▶ **Exercise data**:

──────

//! Drag coefficient against Mach number for one vehicle configuration.
//!
//! With `monotone_cubic`, C_D between table points is a monotone piecewise-cubic Hermite interpolant (Fritsch &
//! Carlson, "Monotone Piecewise Cubic Interpolation", SIAM J. Numer. Anal. 17(2), 238–246, 1980;
//! from memory): continuous in value and slope, so the integrator meets no corner at the
//! table's points (a linear table's corners caused over half the rejected steps of an ascent),
//! and it never overshoots the data (no C_D above the table's peak near Mach 1). Opt-in
//! (`cd_interpolation: "monotone_cubic"`): the default stays `linear`, see docs/method.md.
//!
//! Drag force (point mass, along the Earth-relative velocity):
//! `F = −½ ρ |v_rel| v_rel C_D(M) S_ref`, `M = |v_rel| / a(h)` (any flight-mechanics text, e.g.
//! Curtis, *Orbital Mechanics for Engineering Students*, §11.3).

/// How C_D varies between table points.
#[derive(Debug, Clone, Copy, PartialEq, Eq, Default)]
pub enum CdInterpolation {
    /// Straight lines between points (the default).
    #[default]
    Linear,
    /// Monotone cubic (Fritsch–Carlson): smooth, no overshoot.
    MonotoneCubic,
}

/// Reference area and a C_D(Mach) table, interpolated between points and constant beyond the
/// ends.
#[derive(Debug, Clone, PartialEq)]
pub struct DragTable {
    /// Reference area, m².
    pub ref_area_m2: f64,
    /// Mach numbers, strictly increasing.
    mach: Vec<f64>,
    /// Drag coefficients at `mach`.
    cd: Vec<f64>,
    /// dC_D/dM at `mach` (Fritsch–Carlson; empty for linear interpolation).
    slope: Vec<f64>,
    /// Factor on every tabulated C_D (1 as written; a dispersion or trade factor changes it).
    pub cd_scale: f64,
}

impl DragTable {
    /// Builds a table from validated `[Mach, C_D]` pairs (Mach strictly increasing, at least one
    /// point; checked by the problem validator), linear between points.
    pub fn new(ref_area_m2: f64, points: &[[f64; 2]]) -> Self {
        Self::with(ref_area_m2, points, CdInterpolation::Linear)
    }

    /// [`DragTable::new`] with the interpolation chosen.
    pub fn with(ref_area_m2: f64, points: &[[f64; 2]], how: CdInterpolation) -> Self {
        let mach: Vec<f64> = points.iter().map(|p| p[0]).collect();
        let cd: Vec<f64> = points.iter().map(|p| p[1]).collect();
        let slope = match how {
            CdInterpolation::Linear => Vec::new(),
            CdInterpolation::MonotoneCubic => fritsch_carlson(&mach, &cd),
        };
        Self {
            ref_area_m2,
            mach,
            cd,
            slope,
            cd_scale: 1.0,
        }
    }

    /// A constant drag coefficient at every Mach number.
    pub fn constant(ref_area_m2: f64, cd: f64) -> Self {
        Self::new(ref_area_m2, &[[0.0, cd]])
    }

    /// C_D at Mach `mach` (no allocation: linear scan of a short table).
    pub fn cd(&self, mach: f64) -> f64 {
        self.table_cd(mach) * self.cd_scale
    }

    /// Tabulated C_D at `mach` (linear between nodes, held beyond the ends), without the scale.
    fn table_cd(&self, mach: f64) -> f64 {
        let (Some(&first), Some(&last)) = (self.mach.first(), self.mach.last()) else {
            return 0.0;
        };
        // Beyond the last node first: most of an ascent (and every orbital coast) flies there.
        if mach > last {
            return self.cd[self.cd.len() - 1];
        }
        if mach <= first {
            return self.cd[0];
        }
        let n = self.mach.len();
        for i in 1..n {
            if mach <= self.mach[i] {
                let h = self.mach[i] - self.mach[i - 1];
                let f = (mach - self.mach[i - 1]) / h;
                let (y0, y1) = (self.cd[i - 1], self.cd[i]);
                if self.slope.len() != n {
                    return y0 + f * (y1 - y0);
                }
                // Cubic Hermite basis on [0, 1].
                let f2 = f * f;
                let f3 = f2 * f;
                let h00 = 2.0 * f3 - 3.0 * f2 + 1.0;
                let h10 = f3 - 2.0 * f2 + f;
                let h01 = -2.0 * f3 + 3.0 * f2;
                let h11 = f3 - f2;
                return h00 * y0 + h10 * h * self.slope[i - 1] + h01 * y1 + h11 * h * self.slope[i];
            }
        }
        self.cd[n - 1]
    }

    /// Mach numbers where C_D has a corner (its slope jumps): every table point of a linear
    /// table (the held ends included); none for the monotone cubic, whose slope is continuous.
    pub fn corner_machs(&self) -> &[f64] {
        if self.slope.is_empty() && self.mach.len() > 1 {
            &self.mach
        } else {
            &[]
        }
    }

    /// Product C_D·S_ref at Mach `mach`, m².
    pub fn cd_area_m2(&self, mach: f64) -> f64 {
        self.cd(mach) * self.ref_area_m2
    }
}

/// Node slopes of the monotone cubic through (`x`, `y`) (Fritsch & Carlson 1980, with the
/// three-point harmonic-mean initial slopes of Fritsch & Butland, 1984, from memory): zero at a
/// local extremum and at the ends (the table is held constant beyond them, so the curve is C¹
/// there too), and the harmonic mean of the neighbouring secants elsewhere, which keeps every
/// interval's cubic monotone.
fn fritsch_carlson(x: &[f64], y: &[f64]) -> Vec<f64> {
    let n = x.len();
    let mut m = vec![0.0; n];
    if n < 3 {
        return m;
    }
    let secant: Vec<f64> = (0..n - 1)
        .map(|i| (y[i + 1] - y[i]) / (x[i + 1] - x[i]))
        .collect();
    for i in 1..n - 1 {
        let (d0, d1) = (secant[i - 1], secant[i]);
        if d0 * d1 <= 0.0 {
            continue;
        }
        let (h0, h1) = (x[i] - x[i - 1], x[i + 1] - x[i]);
        // Weighted harmonic mean (Fritsch–Butland): w1 = 2h1 + h0, w2 = h1 + 2h0.
        let (w1, w2) = (2.0 * h1 + h0, h1 + 2.0 * h0);
        m[i] = (w1 + w2) / (w1 / d0 + w2 / d1);
    }
    m
}

#[cfg(test)]
mod tests {
    use super::*;
    use approx::assert_relative_eq;

    #[test]
    fn the_monotone_cubic_passes_the_points_never_overshoots_and_has_no_corners() {
        // Source: Fritsch & Carlson (1980), monotonicity: on every interval the interpolant
        // stays between its end values; it passes through the data; its slope is continuous
        // at the nodes (checked by one-sided differences).
        let pts = [
            [0.0, 0.3],
            [0.8, 0.32],
            [1.05, 0.55],
            [1.3, 0.5],
            [3.0, 0.25],
            [6.0, 0.2],
        ];
        let t = DragTable::with(1.0, &pts, CdInterpolation::MonotoneCubic);
        for p in &pts {
            assert_relative_eq!(t.cd(p[0]), p[1], epsilon = 1e-15);
        }
        for w in pts.windows(2) {
            let (lo, hi) = (w[0][1].min(w[1][1]), w[0][1].max(w[1][1]));
            for k in 0..=100 {
                let m = w[0][0] + (w[1][0] - w[0][0]) * k as f64 / 100.0;
                let c = t.cd(m);
                assert!(
                    c >= lo - 1e-15 && c <= hi + 1e-15,
                    "M {m}: {c} outside [{lo}, {hi}]"
                );
            }
        }
        let h = 1e-7;
        for p in &pts[1..pts.len() - 1] {
            let left = (t.cd(p[0]) - t.cd(p[0] - h)) / h;
            let right = (t.cd(p[0] + h) - t.cd(p[0])) / h;
            assert!(
                (left - right).abs() < 1e-5,
                "M {}: slopes {left} {right}",
                p[0]
            );
        }
        // The peak node is a local extremum: zero slope there.
        assert!(t.cd(1.05 + 1e-3) < 0.55 && t.cd(1.05 - 1e-3) < 0.55);
    }

    #[test]
    fn a_linear_table_has_corners_at_its_points_and_the_cubic_none() {
        let pts = [[0.5, 0.3], [1.0, 0.5], [3.0, 0.25]];
        let lin = DragTable::with(2.0, &pts, CdInterpolation::Linear);
        assert_eq!(lin.corner_machs(), &[0.5, 1.0, 3.0]);
        let cubic = DragTable::with(2.0, &pts, CdInterpolation::MonotoneCubic);
        assert!(cubic.corner_machs().is_empty());
        assert!(DragTable::constant(2.0, 0.3).corner_machs().is_empty());
    }

    #[test]
    fn interpolates_linearly_and_holds_the_ends() {
        let t = DragTable::with(
            2.0,
            &[[0.5, 0.3], [1.0, 0.5], [3.0, 0.25]],
            CdInterpolation::Linear,
        );
        assert_relative_eq!(t.cd(0.0), 0.3);
        assert_relative_eq!(t.cd(0.75), 0.4, epsilon = 1e-15);
        assert_relative_eq!(t.cd(2.0), 0.375, epsilon = 1e-15);
        assert_relative_eq!(t.cd(10.0), 0.25);
        assert_relative_eq!(t.cd_area_m2(1.0), 1.0);
    }
}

──────

▶ **Task item**:
Across the records, count the lines holding the string "Reference". Give the number and stop.

▶ **Worked solution**:
2